European Parliament proposes tough behavioural ad rules
joel at jdh.myzen.co.uk
Sat Nov 13 12:32:20 GMT 2010
> -----Original Message-----
> From: ukcrypto-bounces at chiark.greenend.org.uk [mailto:ukcrypto-
> bounces at chiark.greenend.org.uk] On Behalf Of Nicholas Bohm
> Sent: 13 November 2010 11:25
> To: UK Cryptography Policy Discussion Group
> Subject: Re: European Parliament proposes tough behavioural ad rules
> On 12/11/2010 14:28, Roland Perry wrote:
> > require advertisements sent by e-mail to contain an automatic
> > link enabling the recipient to refuse all further advertising
> > Again, isn't this already the law (if the sending of the email was
> > legal in the first place)?
> I didn't know it was the law (is it?), but just as one shouldn't reply to
> because it encourages the sender, so - a fortiori - one shouldn't visit
> spammer's webpage, which could do even more harm.
> This therefore seems a clueless suggestion.

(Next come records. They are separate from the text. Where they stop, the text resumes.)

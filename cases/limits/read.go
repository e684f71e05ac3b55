package limits

import (
	"context"
	"errors"
	"fmt"
	"maps"
	"math"
	"slices"
	"strings"

	"creaseproof/cases"
	"creaseproof/cases/casefile"
	"creaseproof/entropy"
	"creaseproof/entropy/formula"
	"creaseproof/entropy/program"
	"creaseproof/entropy/source"
	"creaseproof/quadrature/limit"
)

// reader makes the problem of one limit at one choice of its values. The
// values are named formulas of its setting.
type reader struct {
	ctx   context.Context
	c     *cases.Case
	l     *casefile.Limit
	set   *entropy.Setting
	scope *formula.Scope // with the names of the values
	small string         // the name of eps

	chosen map[string]string // values, as they are written
	n      int               // coordinates
}

func (r *reader) fault(t source.Text, advice, format string, args ...any) error {
	return r.c.Fault(source.Pos{Line: t.Line, Col: t.Col}, advice, format, args...)
}

// maxCombinations bounds how often one limit is repeated.
const maxCombinations = 10_000

// Evaluate evaluates a limit for every combination of its values, the first
// listed varying slowest. An error is a mistake in the file with its place, or
// the context's; the values so far come with it, the last one unfinished where
// the context ended between two eps. Up to jobs eps are integrated at once; no
// result depends on it.
func Evaluate(ctx context.Context, c *cases.Case, l *casefile.Limit, jobs int) ([]Value, error) {
	total := 1
	for _, v := range l.Values {
		if total *= len(v.List); total > maxCombinations {
			return nil, c.Fault(v.Name.Pos, "make a limit for each part of them", "the values have more than %d combinations", maxCombinations)
		}
	}
	var out []Value
	at := make([]int, len(l.Values))
	for range total {
		v, err := evaluate(ctx, c, l, at, 0, jobs)
		if v != nil {
			out = append(out, *v)
		}
		if err != nil {
			return out, err
		}
		for k := len(at) - 1; k >= 0; k-- {
			if at[k]++; at[k] < len(l.Values[k].List) {
				break
			}
			at[k] = 0
		}
	}
	return out, nil
}

// At evaluates a limit at one choice of its values, which are as they are
// written in the file. With first > 0 it stops, unfinished, after so many eps.
func At(ctx context.Context, c *cases.Case, l *casefile.Limit, values map[string]string, first int) (*Value, error) {
	if len(values) != len(l.Values) {
		return nil, fmt.Errorf("%d values for %d parameters", len(values), len(l.Values))
	}
	at := make([]int, len(l.Values))
	for k, v := range l.Values {
		x, ok := values[v.Name.S]
		if at[k] = slices.IndexFunc(v.List, func(t source.Text) bool { return strings.TrimSpace(t.S) == x }); !ok || at[k] < 0 {
			return nil, fmt.Errorf("the limit is not repeated for %s = %q", v.Name.S, cases.Clip(x, 40))
		}
	}
	return evaluate(ctx, c, l, at, first, 1)
}

// evaluate evaluates a limit at one choice of its values. Where the context
// ends, what was found comes with its error.
func evaluate(ctx context.Context, c *cases.Case, l *casefile.Limit, at []int, first, jobs int) (*Value, error) {
	r, err := newReader(ctx, c, l, at)
	if err != nil {
		return nil, err
	}
	v := Empty(l)
	if len(l.Values) > 0 {
		v.Values = r.chosen
	}
	eps, err := r.falling()
	if err != nil {
		return nil, err
	}
	p, err := r.problem()
	if err != nil {
		return nil, err
	}
	if err := r.target(p, &v); errors.Is(err, limit.ErrDomain) {
		return nil, c.Fault(l.Pos, "give a domain with a volume", "%s", strings.TrimPrefix(err.Error(), "limit: "))
	} else if err != nil {
		return nil, err
	}
	short := first > 0 && first < len(eps)
	if short {
		eps = eps[:first]
	}
	list := r.energies(p, eps, jobs)
	for i, x := range list {
		var infinite *limit.InfiniteError
		switch {
		case errors.As(x.err, &infinite):
			v.infinite(r, infinite)
			return &v, nil
		case errors.Is(x.err, limit.ErrWork):
			v.Judge(l)
			v.Outcome, v.Met = Undecided, false
			v.Reason = fmt.Sprintf("the work allowed for one eps was used up at eps = %.6g before the energy was known to one per mille: write fewer or greater eps, a smaller domain or fewer branches", eps[i])
			if i > 0 {
				v.Reason += fmt.Sprintf("; what is shown is of the first %d of %d eps", i, len(eps))
			}
			return &v, nil
		case x.err != nil && ctx.Err() == nil:
			return nil, r.c.Fault(l.Pos, r.outside(p, eps[i]), "%q at eps = %g: %s", cases.Clip(l.Name, 40), eps[i], strings.TrimPrefix(x.err.Error(), "limit: "))
		case x.err != nil || !x.done:
			for _, x := range list[i:] { // those that were found beside it
				if x.done && x.err == nil {
					v.add(x.energy)
				}
			}
			if len(v.Eps) == 0 {
				return nil, ctx.Err()
			}
			return &v, ctx.Err()
		}
		v.add(x.energy)
	}
	if short {
		return &v, nil
	}
	v.Judge(l)
	return &v, nil
}

// outside is advice where branches are evaluated beyond the domain.
func (r *reader) outside(p *limit.Problem, eps float64) string {
	m, ok := p.Smoothing.(*limit.Mollifier)
	if !ok {
		return ""
	}
	return fmt.Sprintf("a mollified function needs its branches up to the distance %.3g from the domain: make the domain, the width or eps smaller", m.Radius(eps))
}

func newReader(ctx context.Context, c *cases.Case, l *casefile.Limit, at []int) (*reader, error) {
	set := *c.Setting
	set.Lets = maps.Clone(set.Lets)
	if set.Lets == nil {
		set.Lets = map[string]formula.Node{}
	}
	r := &reader{ctx: ctx, c: c, l: l, set: &set, n: len(set.Coordinates), chosen: map[string]string{}}
	if r.n < 1 || r.n > 3 || len(set.Unknowns) != 1 {
		return nil, c.Fault(l.Pos, "declare one to three coordinates and one unknown", "approximations in %d coordinates of %d unknowns", r.n, len(set.Unknowns))
	}
	scope, err := set.Scope(false)
	if err != nil {
		return nil, err
	}
	plain, err := formula.NewScope(formula.ScopeConfig{})
	if err != nil {
		return nil, err
	}
	for i, v := range l.Values {
		name, err := formula.FoldName(v.Name.S)
		if err == nil {
			scope, err = scope.With(v.Name.S)
		}
		if err != nil {
			return nil, c.Place(err, v.Name.Pos)
		}
		node, err := plain.ParseExpr(v.List[at[i]])
		if err != nil {
			return nil, err
		}
		set.Lets[name] = node
		r.chosen[v.Name.S] = strings.TrimSpace(v.List[at[i]].S)
	}
	r.scope = scope
	for _, k := range set.Constants {
		if set.Lets[k] == nil && (r.small == "" || k == "eps") {
			r.small = k
		}
	}
	if set.Model.Residual == nil || set.Model.Bending == nil {
		return nil, c.Fault(l.Pos, "add [model] with residual, bending and energy", "a limit needs the residual and the bending of a model")
	}
	return r, nil
}

// program compiles a formula in the given inputs, with its derivatives by the
// coordinates up to the given order.
func (r *reader) compile(t source.Text, n formula.Node, order int, inputs ...entropy.Input) (*program.Program, error) {
	in, num := r.set.NewNumeric(nil, inputs...)
	num.Closed = true
	at := source.Pos{Line: t.Line, Col: t.Col}
	x, err := in.Scalar(n)
	if err == nil {
		err = num.Err()
	}
	if err != nil {
		return nil, r.c.Place(err, at)
	}
	outs := []program.Ref{x}
	if order > 0 {
		for i := range r.n {
			d, err := num.Total(x, i)
			if err != nil {
				return nil, r.c.Place(err, at)
			}
			outs = append(outs, d)
		}
	}
	if order > 1 {
		for i := range r.n {
			for j := i; j < r.n; j++ {
				d, err := num.Total(outs[1+i], j)
				if err != nil {
					return nil, r.c.Place(err, at)
				}
				outs = append(outs, d)
			}
		}
	}
	p, err := num.Compile(outs...)
	if err != nil {
		return nil, r.c.Place(err, at)
	}
	return p, nil
}

// number is the value of a formula without variables.
func (r *reader) number(t source.Text) (float64, error) {
	n, err := r.scope.ParseExpr(t)
	if err != nil {
		return 0, err
	}
	p, err := r.compile(t, n, 0)
	if err != nil {
		return 0, err
	}
	var out [1]float64
	p.Eval(p.NewWorkspace(), nil, out[:])
	if math.IsNaN(out[0]) || math.IsInf(out[0], 0) {
		return 0, r.fault(t, "", "%s has no finite value", strings.TrimSpace(t.S))
	}
	return out[0], nil
}

func (r *reader) numbers(list []source.Text) ([]float64, error) {
	var out []float64
	for _, t := range list {
		x, err := r.number(t)
		if err != nil {
			return nil, err
		}
		out = append(out, x)
	}
	return out, nil
}

// falling are the values of eps.
func (r *reader) falling() ([]float64, error) {
	eps, err := r.numbers(r.l.Eps)
	if err != nil {
		return nil, err
	}
	for i, e := range eps {
		if !(e > 0) {
			return nil, r.fault(r.l.Eps[i], "write positive values, the greatest first", "eps = %g is not positive", e)
		}
		if i > 0 && e >= eps[i-1] {
			return nil, r.fault(r.l.Eps[i], "write the greatest first", "eps does not fall: %g after %g", e, eps[i-1])
		}
	}
	return eps, nil
}

func (r *reader) coordinates() []entropy.Input {
	var in []entropy.Input
	for i := range r.n {
		in = append(in, entropy.Input{Kind: entropy.CoordinateInput, Place: i})
	}
	return in
}

// infinite says where an energy diverges.
func (v *Value) infinite(r *reader, e *limit.InfiniteError) {
	v.Outcome, v.Complete = Infinite, true
	v.Met = v.Outcome == v.Expected
	v.Reason = "the energy is infinite: it diverges near (" + strings.Join(r.set.Coordinates, ", ") + ") = " + point(e.Point) +
		", where the branch " + strings.TrimSpace(slices.Concat(r.l.Branches)[e.Branch].S) + " is not smooth"
}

It's (almost) required if the sender is relying on PECR reg. 22(3) rather
than reg. 22(2).
If the recipient has notified the sender that he consents to receiving the
e-mails, there's no requirement to provide an unsubscribe mechanism (reg
22(2)). However, if the sender is relying on reg 22(3) (i.e. the sender has
obtained the recipient's contact details through negotiations for sale of a
product/service, and the communication is about similar products/services),
reg 22(3)(c) requires that the recipient be given a "simple means" of
refusing further e-mails at the time of each e-mail. The refusal mechanism
must also be free of charge, other than the costs of transmitting the
refusal. This doesn't explicitly require the inclusion of an automatic link
in each e-mail (hence "almost"), but it's obviously the most straightforward
way - I can see "log on to your account on our website, go to your account
details and click 'unsubscribe'" as qualifying as "simple means".